Wednesday, July 13, 2011

Dropping Anchor

I have been at site for three months now, and though I am still struggling to find my niche here, I have carved out a bit of a schedule which has helped me keep sane, and avoid the common temptation of new volunteers to ensconce themselves in their rooms reading book after book until they have left a pile of novels in their wake. 

Nicaragua seems to wake up at around 5:30 am, at least that is when the chickens outside my room begin clucking and I can hear abuela splashing water around to start cooking and cleaning.  I usually, with a kind of futile stubbornness, stay in bed until around six, telling myself that I might be able to sleep for a bit longer, but by that time my host family is pounding out tortillas, blue smoke from the cooking fire is drifting through the crack between the wall and ceiling of my room, and there is no reason for me to pretend that I will sleep anymore.

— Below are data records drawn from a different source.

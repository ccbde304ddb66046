package main

import (
	"bytes"
	"encoding/json"
	"path/filepath"
	"slices"
	"strings"
	"testing"
)

// TestRunUncertainty runs `run --uncertainty 10` on the example design with few cells: the band
// table lists the four headline figures with their drivers, and the same seed prints the same
// table; with --json the block "uncertainty" carries the bands as <figure>_p05/_p50/_p95 in
// order and the drivers; a sample count below 10 is a usage error (exit code 2).
func TestRunUncertainty(t *testing.T) {
	t.Parallel()
	args := []string{"run", "../../data/designs/example.toml", "--set", "numerics.cells=20", "--uncertainty", "10", "--seed", "4"}
	var out1, out2, errb bytes.Buffer
	if code := run(args, &out1, &errb); code != 0 {
		t.Fatalf("exit %d: %s", code, errb.String())
	}
	_, table, ok := strings.Cut(out1.String(), "\nuncertainty: 10 samples")
	if !ok {
		t.Fatalf("no uncertainty section in:\n%s", out1.String())
	}
	for _, want := range []string{"seed 4", "pulse energy, output end", "pulse energy, both ends", "peak power, output end", "FWHM", "manifold_share", "samples reach the lasing threshold"} {
		if !strings.Contains(table, want) {
			t.Errorf("uncertainty section lacks %q:\n%s", want, table)
		}
	}
	if code := run(args, &out2, &errb); code != 0 || out2.String() != out1.String() {
		t.Errorf("second run with the same seed: exit %d, output differs: %v", code, out2.String() != out1.String())
	}
	var js, e bytes.Buffer
	if code := run(append(args, "--json"), &js, &e); code != 0 {
		t.Fatalf("--json: exit %d: %s", code, e.String())
	}
	var got struct {
		Energy      float64 `json:"energy_total_J"`
		Uncertainty struct {
			Samples int                          `json:"samples"`
			P05     float64                      `json:"energy_total_J_p05"`
			P50     float64                      `json:"energy_total_J_p50"`
			P95     float64                      `json:"energy_total_J_p95"`
			Drivers map[string][]json.RawMessage `json:"drivers"`
		} `json:"uncertainty"`
	}
	if err := json.Unmarshal(js.Bytes(), &got); err != nil {
		t.Fatal(err)
	}
	u := got.Uncertainty
	if u.Samples != 10 || !(u.P05 > 0 && u.P05 <= u.P50 && u.P50 <= u.P95) || len(u.Drivers["energy_total_J"]) == 0 {
		t.Errorf("--json uncertainty block %+v; want 10 samples, 0 < p05 ≤ p50 ≤ p95 and drivers", u)
	}
	for _, bad := range [][]string{
		{"run", "../../data/designs/example.toml", "--uncertainty", "5"},
		{"run", "../../data/designs/example.toml", "--uncertainty", "100001"},
	} {
		var o, e bytes.Buffer
		if code := run(bad, &o, &e); code != 2 || !strings.Contains(e.String(), "--uncertainty") {
			t.Errorf("%v: exit %d, message %q; want 2 naming --uncertainty", bad, code, e.String())
		}
	}
}

// TestRunUncertaintyOut runs `run --uncertainty 10 --out DIR` on the example design (20 cells):
// summary.json carries the uncertainty block, the same numbers as run --json prints; the pulse
// report shades the band of the output power over the 10 samples; report.html has the band
// section. Without --uncertainty summary.json has no such block.
func TestRunUncertaintyOut(t *testing.T) {
	t.Parallel()
	if testing.Short() {
		t.Skip("runs the model 22 times")
	}
	dir, plain := t.TempDir(), t.TempDir()
	base := []string{"run", "../../data/designs/example.toml", "--set", "numerics.cells=20"}
	var out, errb bytes.Buffer
	if code := run(append(append([]string{}, base...), "--uncertainty", "10", "--seed", "6", "--out", dir), &out, &errb); code != 0 {
		t.Fatalf("exit %d: %s", code, errb.String())
	}
	var js bytes.Buffer
	if code := run(append(append([]string{}, base...), "--uncertainty", "10", "--seed", "6", "--json"), &js, &errb); code != 0 {
		t.Fatalf("--json: exit %d: %s", code, errb.String())
	}
	if code := run(append(append([]string{}, base...), "--out", plain), &out, &errb); code != 0 {
		t.Fatalf("plain: exit %d: %s", code, errb.String())
	}
	type block struct {
		U map[string]any `json:"uncertainty"`
	}
	var file, printed, none block
	for _, c := range []struct {
		b   []byte
		dst *block
	}{{mustRead(t, filepath.Join(dir, "summary.json")), &file}, {js.Bytes(), &printed}, {mustRead(t, filepath.Join(plain, "summary.json")), &none}} {
		if err := json.Unmarshal(c.b, c.dst); err != nil {
			t.Fatal(err)
		}
	}
	if none.U != nil {
		t.Errorf("summary.json without --uncertainty has an uncertainty block: %v", none.U)
	}
	for _, k := range []string{"energy_front_J_p05", "energy_front_J_p50", "energy_front_J_p95", "samples", "may_not_lase"} {
		if file.U[k] == nil || file.U[k] != printed.U[k] {
			t.Errorf("summary.json %s = %v, run --json %v; want present and equal", k, file.U[k], printed.U[k])
		}
	}
	if svg := string(mustRead(t, filepath.Join(dir, "pulse-report.svg"))); !strings.Contains(svg, "5–95 % of 10 samples") {
		t.Error("pulse-report.svg has no band of the 10 samples")
	}
	if html := string(mustRead(t, filepath.Join(dir, "report.html"))); !strings.Contains(html, "Uncertainty bands") || !strings.Contains(html, "5–95 % range over 10 samples") {
		t.Error("report.html lacks the uncertainty section or the band's caption")
	}
}

// TestRunUncertaintyHeld: a constant given with --set, even at its default value, is held: the
// text says so, --json lists it under "held" and not among the sampled "constants", and it
// drives nothing.
func TestRunUncertaintyHeld(t *testing.T) {
	t.Parallel()
	args := []string{"run", "../../data/designs/example.toml", "--set", "numerics.cells=20", "--set", "levels.manifold_share=0.25",
		"--uncertainty", "10", "--seed", "4"}
	var out, errb bytes.Buffer
	if code := run(args, &out, &errb); code != 0 {
		t.Fatalf("exit %d: %s", code, errb.String())
	}
	if !strings.Contains(out.String(), "held at the design's values, not sampled: manifold_share (given with --set") {
		t.Errorf("no held line in:\n%s", out.String())
	}
	var js bytes.Buffer
	if code := run(append(args, "--json"), &js, &errb); code != 0 {
		t.Fatalf("--json: exit %d: %s", code, errb.String())
	}
	var got struct {
		Uncertainty struct {
			Constants []string `json:"constants"`
			Held      []string `json:"held"`
		} `json:"uncertainty"`
	}
	if err := json.Unmarshal(js.Bytes(), &got); err != nil {
		t.Fatal(err)
	}
	u := got.Uncertainty
	if len(u.Held) != 1 || u.Held[0] != "levels.manifold_share" || len(u.Constants) == 0 || slices.Contains(u.Constants, "levels.manifold_share") {
		t.Errorf("constants %v, held %v; want manifold_share held only", u.Constants, u.Held)
	}
}

// TestSweepUncertaintyHeld: a banded sweep holds a constant given with --set (at its default
// value here) and says so in the text and in "held" of its --json block; resuming the sweep
// without that --set is refused, naming the held constants.
func TestSweepUncertaintyHeld(t *testing.T) {
	t.Parallel()
	if testing.Short() {
		t.Skip("runs the model 22 times")
	}
	dir := t.TempDir()
	args := []string{"sweep", "../../data/designs/example.toml", "--set", "numerics.cells=20", "--vary", "gas.pressure=60Torr:100Torr:2",
		"--uncertainty", "10", "--seed", "5", "--out", dir, "--quiet"}
	held := []string{"--set", "levels.manifold_share=0.25"}
	var out, errb bytes.Buffer
	if code := run(append(append([]string{}, args...), held...), &out, &errb); code != 0 {
		t.Fatalf("exit %d: %s", code, errb.String())
	}
	if !strings.Contains(out.String(), "held at the design's values, not sampled: manifold_share") {
		t.Errorf("no held line in:\n%s", out.String())
	}
	var js bytes.Buffer
	if code := run([]string{"merge", dir, "--out", t.TempDir(), "--json"}, &js, &errb); code != 0 {
		t.Fatalf("merge: exit %d: %s", code, errb.String())
	}
	var rep struct {
		U struct {
			Held []string `json:"held"`
		} `json:"uncertainty"`
	}
	if err := json.Unmarshal(js.Bytes(), &rep); err != nil {
		t.Fatalf("%v\n%s", err, js.String())
	}
	if !slices.Equal(rep.U.Held, []string{"levels.manifold_share"}) {
		t.Errorf("merge --json: held %v; want [levels.manifold_share]", rep.U.Held)
	}
	var o, e bytes.Buffer
	if code := run(append(append([]string{}, args...), "--resume"), &o, &e); code == 0 || !strings.Contains(e.String(), "constants held") {
		t.Errorf("resume without the --set: exit %d, %q; want a refusal naming the held constants", code, e.String())
	}
}

// TestCheckUncertaintyUsage: check --uncertainty takes 10…100000 samples; another count is a
// usage error (exit 2) naming the flag, given before the registry runs.
func TestCheckUncertaintyUsage(t *testing.T) {
	t.Parallel()
	var o, e bytes.Buffer
	if code := run([]string{"check", "--uncertainty", "5"}, &o, &e); code != 2 || !strings.Contains(e.String(), "--uncertainty 5") {
		t.Errorf("check --uncertainty 5: exit %d, %q; want 2 naming --uncertainty", code, e.String())
	}
}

A little before eight I set out for the health center, greeting the people I know, ignoring the catcalls, and avoiding the many puddles of mud.  When I arrive at the health center there is always a huge group of people waiting for appointments, which makes it difficult to give educational talks to them since I inevitably end up yelling across the waiting area to be heard.

Then I play this game I call "Keep busy, or Fake it."  It involves sitting in my shared office and either preparing materials for charlas or reading one of the many Peace Corps books on how to be an effective volunteer.  Sometimes I write out a blog entry in my notebook to type out later in a cybercafé...just an example.  This game does serve a purpose though, as I am visible to the staff and patients, so they know me better and are more willing to work with me.  As I start to involve myself in more projects though, I am spending less time there pretending to work, and more time out in the community actually working.

After lunch, and after I have sweat to an unprofessional degree in the tropical heat, I head to the Casa Materna to hang out with perhaps my favorite people in site-the pregnant ladies.  I really do enjoy spending time with them as it is time to just sit and chat with the women.  I often give little talks on nutrition or breastfeeding, and lately I´ve been trying to teach them how to crochet, but most of the time we just sit there enjoying the company and teasing each other.  One of the doctors at the health center said to me once that he liked to go over to the Casa Materna to joke around with the women, and, more often, have them make fun of him, because there is nothing more beautiful than a laughing pregnant woman.  When he said it I thought he might be right; it really is wonderful to see a woman, one hand on her back, one on her baby belly, laughing happily.  I think that is why I enjoy my afternoons so much, the woman in the Casa Materna don´t seem to be as shy as in other regions of Nicaragua, and we are able to laugh together, which is a beautiful thing.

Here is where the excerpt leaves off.